Two Out of Three Ain’t Bad

I opened my mailbox this evening and thumbing through the junk I came upon a glossy flyer that caught my eye. There was a close-up picture of two pair of entwined bare feet sticked out from the covers on the end of a bed. Across the top was just a web address: My initial thought was, “Oh no, what sort of mailing list have I managed to get onto?”

Flipping the flyer over I was more than a little surprised to find that this was an invitation to church. Specifically, it said:

Sex wasn’t invented in a dark alley behind a porn shop. It was created by God to be enjoyed appropriately. You may be surprised to know that the Bible is open and frank about sexual matters. And this may even shock you: God wants you to have great sex!

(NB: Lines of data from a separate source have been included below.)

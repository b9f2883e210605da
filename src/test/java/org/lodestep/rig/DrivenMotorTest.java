package org.lodestep.rig;

import org.lodestep.drive.DriveMode;

import static org.junit.jupiter.api.Assertions.assertArrayEquals;
import static org.junit.jupiter.api.Assertions.assertEquals;
import static org.junit.jupiter.api.Assertions.assertThrows;
import static org.junit.jupiter.api.Assertions.assertTrue;

import org.junit.jupiter.api.Test;

/** The coupled phase-circuit and rotor model, integrated by its own RK4 at the steps stated in each test. */
class DrivenMotorTest {
    private static final RotorSettings ROTOR = new RotorSettings(5.4e-6, 0, 0, 50);

    @Test
    void constantVoltageCurrentRisesAsTheRlStepResponseWhileTheRotorIsHeld() {
        // Alexander & Sadiku, Fundamentals of Electric Circuits, first-order circuits: i(t) = V/R·(1 − e^(−t/τ)),
        // τ = L/R; V = 2 V, R = 2 Ω, L = 4 mH -> τ = 2 ms, i(τ) = 0.632121 A, i(2τ) = 0.864665 A.
        // Phase A alone holds the rotor at θ = 0, where its torque and back-EMF are zero, so the circuit is pure RL.
        DrivenMotor m = new DrivenMotor(DriveSettings.constantVoltage(2.0, 0.004, 0.1, 2.0), ROTOR, 0);
        double dt = 1e-6;
        for (int i = 0; i < 2000; i++) {
            m.step(dt, 1, 0, 0);
        }
        assertEquals(0.632121, m.currentA(0), 1e-5);
        for (int i = 0; i < 2000; i++) {
            m.step(dt, 1, 0, 0);
        }
        assertEquals(0.864665, m.currentA(0), 1e-5);
        assertEquals(0, m.angleRad(), 1e-12);
    }

    @Test
    void workDoneOnTheShaftEqualsStoredEnergyPlusCopperLossWithShortedWindings() {
        // Power balance e·i = T·ω (K_e = K_t in SI units): a load torque spins the rotor against windings shorted by
        // the bridge (0 V); the work ∫T·ω dt must equal ½Jω² + ½L·Σi² + ∫R·Σi² dt. Trapezoid sums at dt = 1 µs.
        DriveSettings d = DriveSettings.constantVoltage(1.5, 0.003, 0.1, 12);
        DrivenMotor m = new DrivenMotor(d, new RotorSettings(1e-5, 0, 0, 50), 0);
        double dt = 1e-6;
        double load = 0.01;
        double work = 0;
        double loss = 0;
        double prevW = 0;
        double prevLoss = 0;
        for (int i = 0; i < 200_000; i++) {
            m.step(dt, 0, 0, load);
            double p = d.phaseResistanceOhm() * (sq(m.currentA(0)) + sq(m.currentA(1)));
            work += 0.5 * dt * load * (prevW + m.speedRadPerS());
            loss += 0.5 * dt * (prevLoss + p);
            prevW = m.speedRadPerS();
            prevLoss = p;
        }
        double stored = 0.5 * 1e-5 * sq(m.speedRadPerS())
                + 0.5 * d.phaseInductanceH() * (sq(m.currentA(0)) + sq(m.currentA(1)));
        assertTrue(m.speedRadPerS() > 1, "the load must spin the rotor up, got " + m.speedRadPerS());
        assertTrue(loss > 0.05 * work, "the shorted windings must brake noticeably: loss " + loss + " J of " + work + " J, speed " + m.speedRadPerS());
        assertEquals(work, stored + loss, work * 1e-4);
    }

    @Test
    void chopperHeldRotorRingsAtTheLinearisedFrequencyIncludingDetentStiffness() {
        // Linearising J·θ'' = −√2·K·I·sin(N_r·δ) + T_d·sin(4·N_r·θ) about the two-phase-on position N_r·θ0 = π/4
        // (4·N_r·θ0 = π): stiffness k = √2·N_r·K·I + 4·N_r·T_d, f_n = √(k/J)/2π (Acarnley, Stepping Motors, 4th ed.,
        // ch. 4, static torque curve; the detent term derived here). K = 0.2, I = 2 A, T_d = 0.02 N·m, N_r = 50,
        // J = 1e-5 -> k = 28.2843 + 4.0 = 32.2843 N·m/rad, f_n = 285.96 Hz. A stiff chopper (f_c = 20 kHz) holds
        // the current, so the electrical side barely shifts the frequency. RK4 at 0.5 µs.
        DriveSettings d = new DriveSettings(1.5, 0.003, 0.2, 48, DriveMode.CHOPPER, 2.0, 20_000);
        double theta0 = Math.PI / 4 / 50;
        DrivenMotor m = new DrivenMotor(d, new RotorSettings(1e-5, 0, 0.02, 50), theta0 + 0.002 / 50);
        m.holdCurrents(1, 1);
        double dt = 0.5e-6;
        double prev = m.angleRad() - theta0;
        double first = -1;
        double last = -1;
        int crossings = 0;
        for (int i = 1; i <= 40_000; i++) {
            m.step(dt, 1, 1, 0);
            double x = m.angleRad() - theta0;
            if (prev < 0 && x >= 0) {
                double t = (i - 1 + -prev / (x - prev)) * dt;
                if (first < 0) {
                    first = t;
                } else {
                    crossings++;
                }
                last = t;
            }
            prev = x;
        }
        double f = crossings / (last - first);
        assertEquals(285.96, f, 285.96 * 0.005);
    }

    @Test
    void chopperHoldsItsSettingUnlessTheSupplyCannotDriveIt() {
        // Ohm's law at standstill: a 2 A setting on 1.5 Ω needs 3 V; from 2 V the chopper holds only 2/1.5 A.
        DrivenMotor ok = new DrivenMotor(DriveSettings.chopper(1.5, 0.003, 0.2, 24, 2.0), ROTOR, 0);
        DrivenMotor limited = new DrivenMotor(DriveSettings.chopper(1.5, 0.003, 0.2, 2, 2.0), ROTOR, 0);
        for (int i = 0; i < 20_000; i++) {
            ok.step(1e-6, 1, 0, 0);
            limited.step(1e-6, 1, 0, 0);
        }
        assertEquals(2.0, ok.currentA(0), 2e-3);
        assertEquals(2.0 / 1.5, limited.currentA(0), 1e-3);
    }

    @Test
    void fullAndHalfStepCommandsSwitchPhasesAndMicrostepsSetSineCosineLevels() {
        // full step two-phase-on at θ_e = π/4 + kπ/2; half step adds one-phase-on positions (Acarnley ch. 1)
        assertArrayEquals(new double[] {1, 1}, DrivenMotor.phaseCommand(Math.PI / 4, 1), 1e-12);
        assertArrayEquals(new double[] {-1, 1}, DrivenMotor.phaseCommand(3 * Math.PI / 4, 1), 1e-12);
        assertArrayEquals(new double[] {0, 1}, DrivenMotor.phaseCommand(Math.PI / 2, 2), 1e-12);
        assertArrayEquals(new double[] {Math.cos(0.3), Math.sin(0.3)}, DrivenMotor.phaseCommand(0.3, 8), 1e-12);
    }

    @Test
    void settingsRejectImpossibleValuesNamingTheUnit() {
        IllegalArgumentException e = assertThrows(IllegalArgumentException.class,
                () -> DriveSettings.constantVoltage(0, 0.003, 0.2, 12));
        assertTrue(e.getMessage().contains("ohm"), e.getMessage());
        assertThrows(IllegalArgumentException.class, () -> DriveSettings.chopper(1, 0.003, 0.2, 12, Double.NaN));
    }

    @Test
    void virtualRigSweepThroughAConstantVoltageDriveRecordsBothPhaseCurrents() throws Exception {
        // At standstill the constant-voltage supply (rated current × R) drives rated current; at speed the
        // back-EMF and the winding's reactance lower it (Acarnley ch. 5, L/R drive): the mean |i| over the last 20 %
        // of a sweep to 600 full steps/s is well below that over the first 5 % (20 ... 49 full steps/s, step
        // intervals ten times L/R, so the current reaches V/R between steps).
        BenchMotor b = new BenchMotor(Scenarios.get("gantry-axis"));
        DriveSettings d = b.driveSettings(DriveMode.CONSTANT_VOLTAGE, 0);
        double[][] ch = b.sweepDriven(20, 600, 4, 1, 5000, d);
        assertEquals(4, ch.length);
        int n = ch[1].length;
        double early = meanAbs(ch[1], 0, n / 20);
        double late = meanAbs(ch[1], 4 * n / 5, n);
        assertEquals(Scenarios.get("gantry-axis").ratedCurrentA(), early, 0.1 * early);
        assertEquals(early, meanAbs(ch[2], 0, n / 20), 0.05 * early);
        assertTrue(late < 0.8 * early, "current falls with speed: early " + early + " A, late " + late + " A");
    }

    private static double meanAbs(double[] x, int from, int to) {
        double s = 0;
        for (int i = from; i < to; i++) {
            s += Math.abs(x[i]);
        }
        return s / (to - from);
    }

    private static double sq(double x) {
        return x * x;
    }
}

Are you ready for a church that actually presents relevant everyday topics about life? What is more relevant than a talk about sex? At Lakeshore Community Church, we’re going to talk about sex for five weeks in the series “Pure Sex”. We’ll ask questions and begin to unravel the myths and confusion on this vital topic. The messages will make an impact in your life. In addition to messages, you’ll experience dramatic presentations, dynamic multimedia and upbeat music that rocks from our band. Leave the No-Doze at home.

To be honest, I’d never even thought about the idea of sex having been invented. But since I’m probably too late to get a patent on it, I suppose it really doesn’t matter much. And I have to wonder if Cal Thomas knows that God wants me to have great sex. I suspect he wants Cal to have great sex too, or even any at all as it might loosen his shorts just a notch. But I digress.

I can’t help but think that this church is just one goal short of the hat-trick. They’ve got Sex and Rock-n-Roll already. If they just got together with the Bong Hits for Jesus kid, they’d pack the place to the rafters every Sunday.